Intro: The basis for this study is on the coccobacillus, gram-negative bacterium Paraburkholderia unamae. This species of bacteria is within the monophyletic group Paraburkholderia, signifying its characteristic of being nonpathogenic. P. unamae is known for its ability to fix atmospheric nitrogen gas in a symbiotic relationship with plants, and can be found in sugarcane, coffee, and maize plants (Caballero-Mellado et al., 2004). Objective: The goal of this project was to mutate P. unamae by disrupting genes that regulate EPS (exopolysaccharide) production and motility. This was done through the transposable element Tn5-RL27. Methods: Colonies of Escherichia coli carrying Tn5-RL27 were conjugated with P. unamae.
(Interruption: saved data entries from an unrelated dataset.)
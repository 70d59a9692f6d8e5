import { Router } from 'express'
import { MyAgreementQuerySchema } from '#shared/schemas/learning'
import { patientCodeMask } from '../exams/exam-access.ts'
import { currentUser, requireRole } from '../middleware/auth.ts'
import { myAgreement } from './learning.service.ts'

/** `GET /api/agreement/mine`. `secret` keys the patient-code pseudonyms educators see. Mount it behind `requireAuth`. */
export function learningRouter({ secret }: { secret: string }): Router {
  const router = Router()
  const mask = patientCodeMask(secret)
  router.get('/', requireRole('resident', 'attending', 'educator'), async (req, res) =>
    res.json(await myAgreement({ user: currentUser(res), mask }, MyAgreementQuerySchema.parse(req.query).residentId)),
  )
  return router
}
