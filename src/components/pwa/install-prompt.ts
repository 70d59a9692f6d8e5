import { computed, inject, shallowRef, type ComputedRef, type InjectionKey } from 'vue'

// Chromium only; not in lib.dom. https://developer.mozilla.org/docs/Web/API/BeforeInstallPromptEvent
interface BeforeInstallPromptEvent extends Event {
  prompt(): Promise<void>
  userChoice: Promise<{ outcome: 'accepted' | 'dismissed'; platform: string }>
}

export type InstallOutcome = 'accepted' | 'dismissed' | 'unavailable'

export interface InstallPrompt {
  /** True once the browser has offered installation (`beforeinstallprompt`) and until it is used or the app installed. */
  canInstall: ComputedRef<boolean>
  install(): Promise<InstallOutcome>
}

export const installPromptKey: InjectionKey<InstallPrompt> = Symbol('install-prompt')

/** Keeps the browser's install offer for our own button instead of its mini-infobar. */
export function createInstallPrompt(target: EventTarget): InstallPrompt {
  const offer = shallowRef<BeforeInstallPromptEvent | null>(null)

  target.addEventListener('beforeinstallprompt', (event) => {
    event.preventDefault()
    offer.value = event as BeforeInstallPromptEvent
  })
  target.addEventListener('appinstalled', () => {
    offer.value = null
  })

  async function install(): Promise<InstallOutcome> {
    const event = offer.value
    if (!event) return 'unavailable'
    // an offer can be prompted only once
    offer.value = null
    await event.prompt()
    return (await event.userChoice).outcome
  }

  return { canInstall: computed(() => offer.value !== null), install }
}

/** The app's install offer; never available outside the app. */
export function useInstallPrompt(): InstallPrompt {
  return inject(installPromptKey, () => createInstallPrompt(new EventTarget()), true)
}
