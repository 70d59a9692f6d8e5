// The part of NLM's UCUM library (CommonJS, untyped) the export tests use; https://lhncbc.github.io/ucum-lhc/
declare module '@lhncbc/ucum-lhc' {
  interface ConvertResult {
    status: 'succeeded' | 'failed' | 'error'
    toVal: number | null
    msg: string[]
  }
  interface ValidateResult {
    status: 'valid' | 'invalid' | 'error'
    ucumCode: string | null
    msg: string[]
  }
  export const UcumLhcUtils: {
    getInstance(): {
      convertUnitTo(fromUnitCode: string, fromVal: number, toUnitCode: string): ConvertResult
      validateUnitString(unitString: string): ValidateResult
    }
  }
}
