import { Op } from 'sequelize'
import { CAUTION_TEXT } from '#shared/domain/interpretation'
import { withoutFloatNoise } from '#shared/domain/units'
import { FeedbackCodeSchema, type FeedbackCode } from '#shared/schemas/signature'
import type { FeedbackReceived, MyAgreement } from '#shared/schemas/learning'
import { AgreementPairModel, ExamModel, SignatureModel } from '../models/index.ts'
import { readingDifference } from '../supervision/signature-teaching.ts'
import { differenceFigures, learningCurve } from './learning-curve.ts'
import { residentFor, type LearningViewer } from './learning-access.ts'

/** The resident's point pairs (both column tops seen), oldest first: the resident's estimate − the partner's, cmH₂O. */
async function differencesOf(residentId: string): Promise<number[]> {
  const rows = await AgreementPairModel.findAll({
    where: {
      [Op.or]: [{ earlierExaminerId: residentId }, { laterExaminerId: residentId }],
      earlierColumnTop: 'seen',
      laterColumnTop: 'seen',
    },
    order: [
      ['pairedAt', 'ASC'],
      ['earlierExamId', 'ASC'],
    ],
    raw: true,
  })
  return rows.map((p) =>
    withoutFloatNoise(p.earlierExaminerId === residentId ? p.earlierCvpCmH2O - p.laterCvpCmH2O : p.laterCvpCmH2O - p.earlierCvpCmH2O),
  )
}

/** Feedback and readings attendings gave with countersignatures of the resident's exams, newest first. */
async function feedbackOf(residentId: string, codeOf: (code: string) => string): Promise<FeedbackReceived[]> {
  const exams = await ExamModel.findAll({ where: { examinerId: residentId, status: { [Op.ne]: 'draft' } } })
  const byId = new Map(exams.map((e) => [e.id, e]))
  const signatures = await SignatureModel.findAll({
    where: {
      examId: { [Op.in]: [...byId.keys()] },
      [Op.or]: [{ feedback: { [Op.ne]: null } }, { feedbackText: { [Op.ne]: null } }, { readingExamId: { [Op.ne]: null } }],
    },
    order: [
      ['signedAt', 'DESC'],
      ['id', 'ASC'],
    ],
  })
  const readingIds = signatures.flatMap((s) => (s.readingExamId ? [s.readingExamId] : []))
  const readings = new Map((await ExamModel.findAll({ where: { id: { [Op.in]: readingIds } } })).map((r) => [r.id, r]))
  return signatures.map((s) => {
    const exam = byId.get(s.examId)!
    const reading = s.readingExamId ? readings.get(s.readingExamId) : undefined
    const codes: FeedbackCode[] = s.feedback ? FeedbackCodeSchema.array().parse(JSON.parse(s.feedback)) : []
    return {
      examId: exam.id,
      patientCode: codeOf(exam.patientCode),
      signerName: s.signerName,
      signedAt: s.signedAt.toISOString(),
      codes,
      text: s.feedbackText,
      differenceCmH2O: reading ? readingDifference(exam, reading) : null,
    }
  })
}

/** A resident's agreement with their partners, the learning curve and the feedback received. */
export async function myAgreement(viewer: LearningViewer, residentId: string | undefined): Promise<MyAgreement> {
  const { resident, codeOf } = await residentFor(viewer, residentId)
  const [differences, feedback] = await Promise.all([differencesOf(resident.id), feedbackOf(resident.id, codeOf)])
  return {
    residentId: resident.id,
    name: resident.displayName,
    ...differenceFigures(differences),
    curve: learningCurve(differences),
    feedback,
    caution: CAUTION_TEXT,
  }
}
Selection and screening took place to narrow down mutants of interest. Genomic DNA of P. unamae carrying the Tn5 insertion was isolated and digested. Ligation product of digested samples were then transformed into competent E. coli. The plasmids were then isolated and sequenced to determine the location of Tn5 insertion. Results: The mutants produced were AS A-12 and NY 1.36: both demonstrated overexpression of EPS and a reduction in motility. The reduction in motility was a 70% and 60.8% decrease for AS A-12 and NY 1.36, respectively. The AS A-12 mutant had a disruption in the gene ATP-dependent proteinase, coding for intracellular proteolysis while NY 1.36 mutant had a disruption in a gene known as S-formylglutathione hydrolase FrmB whose gene product is involved in formaldehyde detoxification. Conclusion: Both genes affected are involved in EPS production and motility for P. unamae.